_YOUR OBJECTIVE_:
Lines below starting with the line with "of samples (got" and going on through the line with "const out = stream" must be output exactly; the rest of the records must be left out.

[Start of section]

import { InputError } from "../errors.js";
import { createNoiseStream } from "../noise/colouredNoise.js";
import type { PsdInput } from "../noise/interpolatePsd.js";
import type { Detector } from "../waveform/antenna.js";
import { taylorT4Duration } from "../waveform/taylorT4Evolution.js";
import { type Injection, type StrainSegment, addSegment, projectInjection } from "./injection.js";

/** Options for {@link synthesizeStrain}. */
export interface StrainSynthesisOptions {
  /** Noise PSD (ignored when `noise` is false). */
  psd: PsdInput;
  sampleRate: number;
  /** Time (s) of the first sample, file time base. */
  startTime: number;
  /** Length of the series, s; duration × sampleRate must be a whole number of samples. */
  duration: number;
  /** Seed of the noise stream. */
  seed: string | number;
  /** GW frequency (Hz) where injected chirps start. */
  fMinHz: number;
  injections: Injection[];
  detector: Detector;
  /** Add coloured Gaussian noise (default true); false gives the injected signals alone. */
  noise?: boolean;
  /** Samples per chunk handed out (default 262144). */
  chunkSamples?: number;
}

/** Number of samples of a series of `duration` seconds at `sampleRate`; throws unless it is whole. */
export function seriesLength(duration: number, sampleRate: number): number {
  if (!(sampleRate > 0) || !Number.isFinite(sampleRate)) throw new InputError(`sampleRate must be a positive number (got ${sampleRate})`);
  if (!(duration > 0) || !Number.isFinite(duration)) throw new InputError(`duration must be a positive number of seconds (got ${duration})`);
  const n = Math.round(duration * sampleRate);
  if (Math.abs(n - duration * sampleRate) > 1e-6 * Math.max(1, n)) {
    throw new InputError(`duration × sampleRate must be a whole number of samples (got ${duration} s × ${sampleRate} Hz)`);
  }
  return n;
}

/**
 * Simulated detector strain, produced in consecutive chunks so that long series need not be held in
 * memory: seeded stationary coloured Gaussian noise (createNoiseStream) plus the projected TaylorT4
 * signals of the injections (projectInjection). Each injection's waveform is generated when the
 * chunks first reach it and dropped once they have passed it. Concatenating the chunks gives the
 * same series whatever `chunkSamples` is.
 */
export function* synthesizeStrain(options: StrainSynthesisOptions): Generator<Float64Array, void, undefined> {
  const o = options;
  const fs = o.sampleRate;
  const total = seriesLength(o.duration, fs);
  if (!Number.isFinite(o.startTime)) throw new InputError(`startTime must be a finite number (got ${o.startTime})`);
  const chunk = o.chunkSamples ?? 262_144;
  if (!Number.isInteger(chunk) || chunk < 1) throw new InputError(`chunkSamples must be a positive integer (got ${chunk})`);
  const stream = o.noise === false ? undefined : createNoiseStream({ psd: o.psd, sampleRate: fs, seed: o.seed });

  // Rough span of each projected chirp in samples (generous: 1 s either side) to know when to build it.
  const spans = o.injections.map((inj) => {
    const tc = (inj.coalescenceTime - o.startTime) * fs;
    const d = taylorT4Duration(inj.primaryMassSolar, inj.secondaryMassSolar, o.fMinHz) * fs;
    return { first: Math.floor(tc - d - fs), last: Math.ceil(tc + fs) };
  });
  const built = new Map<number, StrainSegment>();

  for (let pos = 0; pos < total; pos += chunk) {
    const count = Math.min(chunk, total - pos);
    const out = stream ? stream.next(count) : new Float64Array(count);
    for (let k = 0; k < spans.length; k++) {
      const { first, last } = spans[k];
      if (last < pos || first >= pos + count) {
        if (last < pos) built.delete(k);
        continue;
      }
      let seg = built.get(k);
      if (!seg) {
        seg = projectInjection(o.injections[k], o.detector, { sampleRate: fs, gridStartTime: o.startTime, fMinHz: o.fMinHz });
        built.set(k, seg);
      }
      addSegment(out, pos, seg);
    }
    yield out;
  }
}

[End of section]

_WRITTEN ANSWER_:
    throw new InputError(`duration × sampleRate must be a whole number of samples (got ${duration} s × ${sampleRate} Hz)`);
  }
  return n;
}

/**
 * Simulated detector strain, produced in consecutive chunks so that long series need not be held in
 * memory: seeded stationary coloured Gaussian noise (createNoiseStream) plus the projected TaylorT4
 * signals of the injections (projectInjection). Each injection's waveform is generated when the
 * chunks first reach it and dropped once they have passed it. Concatenating the chunks gives the
 * same series whatever `chunkSamples` is.
 */
export function* synthesizeStrain(options: StrainSynthesisOptions): Generator<Float64Array, void, undefined> {
  const o = options;
  const fs = o.sampleRate;
  const total = seriesLength(o.duration, fs);
  if (!Number.isFinite(o.startTime)) throw new InputError(`startTime must be a finite number (got ${o.startTime})`);
  const chunk = o.chunkSamples ?? 262_144;
  if (!Number.isInteger(chunk) || chunk < 1) throw new InputError(`chunkSamples must be a positive integer (got ${chunk})`);
  const stream = o.noise === false ? undefined : createNoiseStream({ psd: o.psd, sampleRate: fs, seed: o.seed });

  // Rough span of each projected chirp in samples (generous: 1 s either side) to know when to build it.
  const spans = o.injections.map((inj) => {
    const tc = (inj.coalescenceTime - o.startTime) * fs;
    const d = taylorT4Duration(inj.primaryMassSolar, inj.secondaryMassSolar, o.fMinHz) * fs;
    return { first: Math.floor(tc - d - fs), last: Math.ceil(tc + fs) };
  });
  const built = new Map<number, StrainSegment>();

  for (let pos = 0; pos < total; pos += chunk) {
    const count = Math.min(chunk, total - pos);
    const out = stream ? stream.next(count) : new Float64Array(count);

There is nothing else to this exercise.